(Dataset records)
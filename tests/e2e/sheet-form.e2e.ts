import { afterAll, beforeAll, describe, expect, it } from "vitest";
import type { Browser } from "playwright-core";
import { newPage, openBrowser, shown, signIn } from "./support/browser";

let browser: Browser;
beforeAll(async () => {
  browser = await openBrowser();
});
afterAll(async () => {
  await browser?.close();
});

/** The openings of zod's own English messages: none may reach a person filling in a form. */
const libraryWords = /Too small|Too big|Invalid input|Invalid option|expected (number|string)|received/;

describe("the context sheet form", () => {
  it("words every refusal for a recorder, naming the field, and never shows a library message", async () => {
    const page = await newPage(browser);
    await signIn(page, "digger");
    const [site] = await (await page.request.get("/api/sites")).json();
    await page.goto(`/sites/${site.id}/contexts/new`);
    const form = page.getByRole("form", { name: "Context sheet" });
    await page.getByLabel("Context number").fill("0");
    await page.getByLabel("Length (m)").fill("-2");
    await page
      .getByRole("button", { name: /Save|Open/ })
      .first()
      .click();
    await shown(page.locator("#ctx-number-error").filter({ hasText: "A context number starts at 1." }));
    await shown(page.locator("#ctx-lengthM-error").filter({ hasText: "The length cannot be negative." }));
    await page.getByLabel("Context number").fill("");
    await page.getByLabel("Colour").fill("x".repeat(201));
    await page
      .getByRole("button", { name: /Save|Open/ })
      .first()
      .click();
    await shown(page.locator("#ctx-number-error").filter({ hasText: "Enter a context number." }));
    await shown(page.locator("#ctx-colour-error").filter({ hasText: "Colour is longer than 200 characters" }));
    expect(await form.innerText()).not.toMatch(libraryWords);
    await page.context().close();
  });

  it("shows a saved sheet's trench as fixed, with no list to change it", async () => {
    const page = await newPage(browser);
    await signIn(page, "digger");
    const [site] = await (await page.request.get("/api/sites")).json();
    const contexts = await (await page.request.get(`/api/sites/${site.id}/contexts`)).json();
    const trenches = await (await page.request.get(`/api/sites/${site.id}/trenches`)).json();
    const open = contexts.find((c: { state: string }) => c.state === "open");
    const code = trenches.find((t: { id: string }) => t.id === open.trenchId).code;
    await page.goto(`/sites/${site.id}/contexts/${open.id}`);
    await shown(page.getByText("A context stays in the trench it was opened in."));
    expect(await page.getByRole("combobox", { name: "Trench" }).count()).toBe(0);
    expect(await page.getByLabel("Trench", { exact: true }).textContent()).toBe(`Trench ${code}`);
    await page.context().close();
  });
});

— REQUIRED ACTION —
Within the data above, how many lines include the string "Colour"? Answer with the number by itself.

— ANSWER TO THIS TASK —
2